Entries provided
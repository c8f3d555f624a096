package spanwright.exchange;

import static org.assertj.core.api.Assertions.assertThat;

import java.nio.file.Path;
import org.junit.jupiter.api.Test;
import spanwright.network.Snapshot;
import spanwright.network.SnapshotEditor;
import spanwright.records.Records;

class FolderLoadTest {

    private static final Path DEMO = Path.of(System.getProperty("repository.root"), "demo-data");

    @Test
    void a_sane_folder_is_entered_whole() {
        SnapshotEditor editor = Snapshot.empty().edit();
        assertThat(FolderLoad.load(DEMO.resolve("cases/good/small"), editor, FolderLoad.Progress.NONE))
                .isEmpty();
        Records records = editor.build(1).records();
        assertThat(records.structures().count()).isEqualTo(4);
        assertThat(records.joints().count()).isEqualTo(7);
    }

    @Test
    void the_demo_is_entered_whole() {
        assertThat(FolderLoad.load(DEMO.resolve("sallowmere"), Snapshot.empty().edit(), FolderLoad.Progress.NONE))
                .isEmpty();
    }
}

Task to complete
Copy out each line from the preceding entries that mentions the word "network".

Exercise result
import spanwright.network.Snapshot;
import spanwright.network.SnapshotEditor;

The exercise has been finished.